##### Information shown #####
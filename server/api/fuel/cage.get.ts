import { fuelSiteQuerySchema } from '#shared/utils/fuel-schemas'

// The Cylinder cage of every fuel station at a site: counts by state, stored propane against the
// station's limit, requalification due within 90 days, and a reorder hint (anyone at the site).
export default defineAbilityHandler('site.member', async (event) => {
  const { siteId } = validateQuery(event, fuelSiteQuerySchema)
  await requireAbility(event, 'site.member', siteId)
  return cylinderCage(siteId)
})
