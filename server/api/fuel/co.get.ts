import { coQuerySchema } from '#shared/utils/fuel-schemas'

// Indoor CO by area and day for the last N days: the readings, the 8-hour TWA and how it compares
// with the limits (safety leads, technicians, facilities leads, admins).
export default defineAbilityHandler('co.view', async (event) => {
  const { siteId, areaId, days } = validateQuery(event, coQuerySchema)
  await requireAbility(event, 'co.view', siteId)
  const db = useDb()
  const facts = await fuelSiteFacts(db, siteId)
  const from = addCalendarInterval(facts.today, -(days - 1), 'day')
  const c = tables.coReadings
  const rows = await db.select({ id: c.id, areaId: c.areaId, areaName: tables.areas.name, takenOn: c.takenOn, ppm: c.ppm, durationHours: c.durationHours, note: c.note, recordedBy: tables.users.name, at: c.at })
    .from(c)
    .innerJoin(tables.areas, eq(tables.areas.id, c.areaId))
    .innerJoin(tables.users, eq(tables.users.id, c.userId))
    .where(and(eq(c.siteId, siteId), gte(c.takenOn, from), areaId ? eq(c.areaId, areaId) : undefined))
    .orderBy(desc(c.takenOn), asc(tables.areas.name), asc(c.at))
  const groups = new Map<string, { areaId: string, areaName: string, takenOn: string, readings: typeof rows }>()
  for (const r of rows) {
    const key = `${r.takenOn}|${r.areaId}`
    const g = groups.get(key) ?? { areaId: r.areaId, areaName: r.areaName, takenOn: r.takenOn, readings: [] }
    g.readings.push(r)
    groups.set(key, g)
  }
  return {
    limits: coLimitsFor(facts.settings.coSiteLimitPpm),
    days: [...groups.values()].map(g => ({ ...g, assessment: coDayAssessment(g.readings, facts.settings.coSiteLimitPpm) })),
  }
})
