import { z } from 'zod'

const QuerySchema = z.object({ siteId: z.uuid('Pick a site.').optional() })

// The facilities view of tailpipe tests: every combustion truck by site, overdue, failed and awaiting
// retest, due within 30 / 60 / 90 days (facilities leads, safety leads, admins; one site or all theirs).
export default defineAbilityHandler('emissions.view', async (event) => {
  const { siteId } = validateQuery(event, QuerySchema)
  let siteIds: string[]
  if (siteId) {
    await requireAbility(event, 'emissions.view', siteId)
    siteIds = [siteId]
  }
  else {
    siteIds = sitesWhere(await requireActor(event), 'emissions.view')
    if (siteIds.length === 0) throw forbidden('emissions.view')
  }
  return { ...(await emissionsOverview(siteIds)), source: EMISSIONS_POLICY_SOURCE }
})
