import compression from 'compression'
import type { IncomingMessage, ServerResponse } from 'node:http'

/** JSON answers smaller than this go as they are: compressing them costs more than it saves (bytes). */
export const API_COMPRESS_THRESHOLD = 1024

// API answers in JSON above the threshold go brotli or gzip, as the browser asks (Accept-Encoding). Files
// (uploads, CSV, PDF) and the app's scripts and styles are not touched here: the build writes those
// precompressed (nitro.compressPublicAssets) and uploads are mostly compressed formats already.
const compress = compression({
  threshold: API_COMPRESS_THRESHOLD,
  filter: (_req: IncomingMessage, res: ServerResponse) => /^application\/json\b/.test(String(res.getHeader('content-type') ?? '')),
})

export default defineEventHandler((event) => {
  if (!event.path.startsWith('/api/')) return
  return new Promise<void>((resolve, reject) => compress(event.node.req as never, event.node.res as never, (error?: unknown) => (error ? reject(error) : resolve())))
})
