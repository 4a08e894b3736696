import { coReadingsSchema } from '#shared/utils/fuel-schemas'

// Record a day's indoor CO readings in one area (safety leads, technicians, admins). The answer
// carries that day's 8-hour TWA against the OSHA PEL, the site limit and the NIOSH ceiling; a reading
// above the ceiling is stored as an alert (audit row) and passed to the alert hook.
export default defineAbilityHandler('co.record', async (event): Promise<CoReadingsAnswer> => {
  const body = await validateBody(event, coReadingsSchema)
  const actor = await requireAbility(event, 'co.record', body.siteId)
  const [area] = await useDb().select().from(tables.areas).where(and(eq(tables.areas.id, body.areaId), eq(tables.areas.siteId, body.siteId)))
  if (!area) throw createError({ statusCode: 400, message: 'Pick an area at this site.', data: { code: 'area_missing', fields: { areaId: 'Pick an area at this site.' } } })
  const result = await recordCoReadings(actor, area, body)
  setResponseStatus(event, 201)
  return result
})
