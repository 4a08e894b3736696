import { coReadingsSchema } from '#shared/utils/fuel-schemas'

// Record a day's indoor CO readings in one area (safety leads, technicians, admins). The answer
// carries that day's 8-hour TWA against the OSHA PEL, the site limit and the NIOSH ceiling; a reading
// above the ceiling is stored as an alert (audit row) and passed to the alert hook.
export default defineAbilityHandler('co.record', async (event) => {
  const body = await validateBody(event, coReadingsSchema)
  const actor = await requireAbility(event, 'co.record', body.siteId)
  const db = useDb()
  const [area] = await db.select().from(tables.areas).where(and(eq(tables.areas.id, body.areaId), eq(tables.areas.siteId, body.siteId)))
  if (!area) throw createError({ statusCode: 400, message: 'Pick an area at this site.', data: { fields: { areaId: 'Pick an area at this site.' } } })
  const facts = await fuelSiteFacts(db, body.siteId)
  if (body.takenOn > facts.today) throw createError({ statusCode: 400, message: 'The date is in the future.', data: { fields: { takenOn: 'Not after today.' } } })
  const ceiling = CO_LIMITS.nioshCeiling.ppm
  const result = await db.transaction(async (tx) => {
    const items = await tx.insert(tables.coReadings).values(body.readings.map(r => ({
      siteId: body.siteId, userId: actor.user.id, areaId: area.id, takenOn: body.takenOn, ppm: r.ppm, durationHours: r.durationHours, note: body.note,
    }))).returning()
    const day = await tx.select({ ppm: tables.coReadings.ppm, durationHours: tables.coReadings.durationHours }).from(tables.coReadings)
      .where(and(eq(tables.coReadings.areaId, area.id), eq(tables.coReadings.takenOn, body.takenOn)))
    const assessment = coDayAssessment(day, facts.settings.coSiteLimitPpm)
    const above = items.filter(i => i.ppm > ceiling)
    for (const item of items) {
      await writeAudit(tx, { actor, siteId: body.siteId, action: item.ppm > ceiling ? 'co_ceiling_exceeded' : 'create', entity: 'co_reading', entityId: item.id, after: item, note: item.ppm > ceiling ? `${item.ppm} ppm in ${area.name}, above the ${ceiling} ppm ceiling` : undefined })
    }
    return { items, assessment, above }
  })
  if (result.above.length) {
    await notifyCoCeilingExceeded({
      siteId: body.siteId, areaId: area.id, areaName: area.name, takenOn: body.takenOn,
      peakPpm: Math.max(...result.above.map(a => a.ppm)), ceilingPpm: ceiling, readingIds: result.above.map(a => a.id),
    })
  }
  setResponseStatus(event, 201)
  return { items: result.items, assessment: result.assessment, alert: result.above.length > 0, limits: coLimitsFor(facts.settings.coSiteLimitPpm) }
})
#####
▸ **What needs to be done**: Looking at the data above, write out exactly the lines that start at the one containing "at the site)." and end at the one containing "or all theirs)."; include both and nothing beyond.

▸ **Answer below**:
// station's limit, requalification due within 90 days, and a reorder hint (anyone at the site).
export default defineAbilityHandler('site.member', async (event) => {
  const { siteId } = validateQuery(event, fuelSiteQuerySchema)
  await requireAbility(event, 'site.member', siteId)
  return cylinderCage(siteId)
})
filename server/api/fuel/co.get.ts
import { coQuerySchema } from '#shared/utils/fuel-schemas'

// Indoor CO by area and day for the last N days: the readings, the 8-hour TWA and how it compares
// with the limits (safety leads, technicians, facilities leads, admins).
export default defineAbilityHandler('co.view', async (event) => {
  const { siteId, areaId, days } = validateQuery(event, coQuerySchema)
  await requireAbility(event, 'co.view', siteId)
  const db = useDb()
  const facts = await fuelSiteFacts(db, siteId)
  const from = addCalendarInterval(facts.today, -(days - 1), 'day')
  const c = tables.coReadings
  const rows = await db.select({ id: c.id, areaId: c.areaId, areaName: tables.areas.name, takenOn: c.takenOn, ppm: c.ppm, durationHours: c.durationHours, note: c.note, recordedBy: tables.users.name, at: c.at })
    .from(c)
    .innerJoin(tables.areas, eq(tables.areas.id, c.areaId))
    .innerJoin(tables.users, eq(tables.users.id, c.userId))
    .where(and(eq(c.siteId, siteId), gte(c.takenOn, from), areaId ? eq(c.areaId, areaId) : undefined))
    .orderBy(desc(c.takenOn), asc(tables.areas.name), asc(c.at))
  const groups = new Map<string, { areaId: string, areaName: string, takenOn: string, readings: typeof rows }>()
  for (const r of rows) {
    const key = `${r.takenOn}|${r.areaId}`
    const g = groups.get(key) ?? { areaId: r.areaId, areaName: r.areaName, takenOn: r.takenOn, readings: [] }
    g.readings.push(r)
    groups.set(key, g)
  }
  return {
    limits: coLimitsFor(facts.settings.coSiteLimitPpm),
    days: [...groups.values()].map(g => ({ ...g, assessment: coDayAssessment(g.readings, facts.settings.coSiteLimitPpm) })),
  }
})
import { z } from 'zod'

const QuerySchema = z.object({ siteId: z.uuid('Pick a site.').optional() })

// The facilities view of tailpipe tests: every combustion truck by site, overdue, failed and awaiting
// retest, due within 30 / 60 / 90 days (facilities leads, safety leads, admins; one site or all theirs).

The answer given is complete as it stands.